• _Stored data_

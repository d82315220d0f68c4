import type { Db } from '../db/client';
import type { Auth } from './auth/auth';
import type { Config } from './config';
import type { EventHub } from './events/hub';
import type { Jobs } from './jobs/jobs';
import type { Log } from './log';
import type { ObjectStore } from './storage/object-store';

/** What start-up is doing; read by the health route while the server already answers. */
export interface StartUp {
  ready: boolean;
  progress: string | null;
  /** Demonstration accounts exist in this data folder. */
  hasDemo: boolean;
}

/** Requests per minute and address. */
export interface RateLimits {
  general: number;
  signIn: number;
}

/** Everything the application needs, given once; nothing below reaches for globals. */
export interface Deps {
  config: Config;
  db: Db;
  auth: Auth;
  storage: ObjectStore;
  events: EventHub;
  jobs: Jobs;
  log: Log;
  startUp: StartUp;
  rateLimits: RateLimits;
  /** Origins that a browser may send changes from. */
  trustedOrigins: string[];
}
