import { createHash } from 'node:crypto';

/** A UUID that follows from a text: the same thing gets the same id however often it is made. */
export function derivedId(text: string): string {
  const hex = createHash('sha256').update(text).digest('hex');
  // Version 8 (of one's own making), variant 10.
  return [
    hex.slice(0, 8),
    hex.slice(8, 12),
    `8${hex.slice(13, 16)}`,
    `a${hex.slice(17, 20)}`,
    hex.slice(20, 32),
  ].join('-');
}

• _Exercise brief_
Search the entries for the word "text" and copy every line that holds it.

• _Finished exercise_
/** A UUID that follows from a text: the same thing gets the same id however often it is made. */
export function derivedId(text: string): string {
  const hex = createHash('sha256').update(text).digest('hex');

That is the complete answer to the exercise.